(Stored items)

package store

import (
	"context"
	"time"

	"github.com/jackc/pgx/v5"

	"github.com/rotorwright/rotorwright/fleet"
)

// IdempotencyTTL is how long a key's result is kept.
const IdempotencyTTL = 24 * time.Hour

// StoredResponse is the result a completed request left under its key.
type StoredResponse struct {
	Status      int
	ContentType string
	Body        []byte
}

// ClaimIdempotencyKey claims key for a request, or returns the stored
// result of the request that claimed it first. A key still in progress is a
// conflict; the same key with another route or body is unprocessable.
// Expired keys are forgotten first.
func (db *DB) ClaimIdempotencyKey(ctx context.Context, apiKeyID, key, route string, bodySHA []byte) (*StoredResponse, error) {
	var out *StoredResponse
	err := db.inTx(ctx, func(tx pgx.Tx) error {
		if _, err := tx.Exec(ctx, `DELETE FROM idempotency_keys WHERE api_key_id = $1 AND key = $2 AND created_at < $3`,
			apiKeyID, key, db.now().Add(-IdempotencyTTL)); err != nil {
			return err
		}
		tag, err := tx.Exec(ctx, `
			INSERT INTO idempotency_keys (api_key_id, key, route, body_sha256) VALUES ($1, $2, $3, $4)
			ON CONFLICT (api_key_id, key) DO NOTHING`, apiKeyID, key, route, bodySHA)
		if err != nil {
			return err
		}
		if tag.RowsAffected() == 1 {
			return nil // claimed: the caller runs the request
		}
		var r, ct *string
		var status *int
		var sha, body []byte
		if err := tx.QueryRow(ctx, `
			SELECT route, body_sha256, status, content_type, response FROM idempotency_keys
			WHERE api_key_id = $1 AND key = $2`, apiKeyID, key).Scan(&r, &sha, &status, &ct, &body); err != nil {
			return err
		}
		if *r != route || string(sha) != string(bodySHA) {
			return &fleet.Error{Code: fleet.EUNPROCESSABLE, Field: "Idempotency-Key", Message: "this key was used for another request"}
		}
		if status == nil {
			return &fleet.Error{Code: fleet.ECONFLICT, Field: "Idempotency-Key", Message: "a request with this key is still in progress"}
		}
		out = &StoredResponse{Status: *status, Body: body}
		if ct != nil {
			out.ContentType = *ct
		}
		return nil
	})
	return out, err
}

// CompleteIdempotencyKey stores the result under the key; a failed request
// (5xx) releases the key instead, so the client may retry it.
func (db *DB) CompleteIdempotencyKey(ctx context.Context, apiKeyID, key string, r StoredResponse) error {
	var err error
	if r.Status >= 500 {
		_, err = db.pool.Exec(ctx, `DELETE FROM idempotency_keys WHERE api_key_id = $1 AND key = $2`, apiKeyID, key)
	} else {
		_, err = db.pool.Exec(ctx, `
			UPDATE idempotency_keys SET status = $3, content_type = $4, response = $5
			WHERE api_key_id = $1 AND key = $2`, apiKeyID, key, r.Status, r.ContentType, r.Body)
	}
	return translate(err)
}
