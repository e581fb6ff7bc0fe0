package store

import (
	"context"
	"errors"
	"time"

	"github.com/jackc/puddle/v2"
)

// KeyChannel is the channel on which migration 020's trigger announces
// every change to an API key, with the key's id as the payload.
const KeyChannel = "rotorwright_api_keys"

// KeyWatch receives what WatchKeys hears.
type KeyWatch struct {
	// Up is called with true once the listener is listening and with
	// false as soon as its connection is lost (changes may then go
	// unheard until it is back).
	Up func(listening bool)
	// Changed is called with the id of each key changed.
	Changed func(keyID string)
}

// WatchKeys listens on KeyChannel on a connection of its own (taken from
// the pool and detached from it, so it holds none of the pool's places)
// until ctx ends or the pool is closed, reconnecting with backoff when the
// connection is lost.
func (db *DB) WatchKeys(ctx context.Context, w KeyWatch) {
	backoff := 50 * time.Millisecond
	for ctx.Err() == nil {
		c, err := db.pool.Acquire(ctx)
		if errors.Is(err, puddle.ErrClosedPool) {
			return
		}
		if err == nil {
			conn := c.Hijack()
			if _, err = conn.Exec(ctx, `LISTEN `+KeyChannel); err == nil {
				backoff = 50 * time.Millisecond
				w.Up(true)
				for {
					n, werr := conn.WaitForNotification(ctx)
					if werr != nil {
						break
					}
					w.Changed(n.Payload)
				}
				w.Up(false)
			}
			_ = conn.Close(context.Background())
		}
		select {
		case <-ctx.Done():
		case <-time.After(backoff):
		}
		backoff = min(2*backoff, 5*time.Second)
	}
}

• **About this exercise**
The required output is the stretch of entries above from the line containing "it is back)." through the line containing "the pool's places)", reproduced exactly.

• **Your solution**
	// unheard until it is back).
	Up func(listening bool)
	// Changed is called with the id of each key changed.
	Changed func(keyID string)
}

// WatchKeys listens on KeyChannel on a connection of its own (taken from
// the pool and detached from it, so it holds none of the pool's places)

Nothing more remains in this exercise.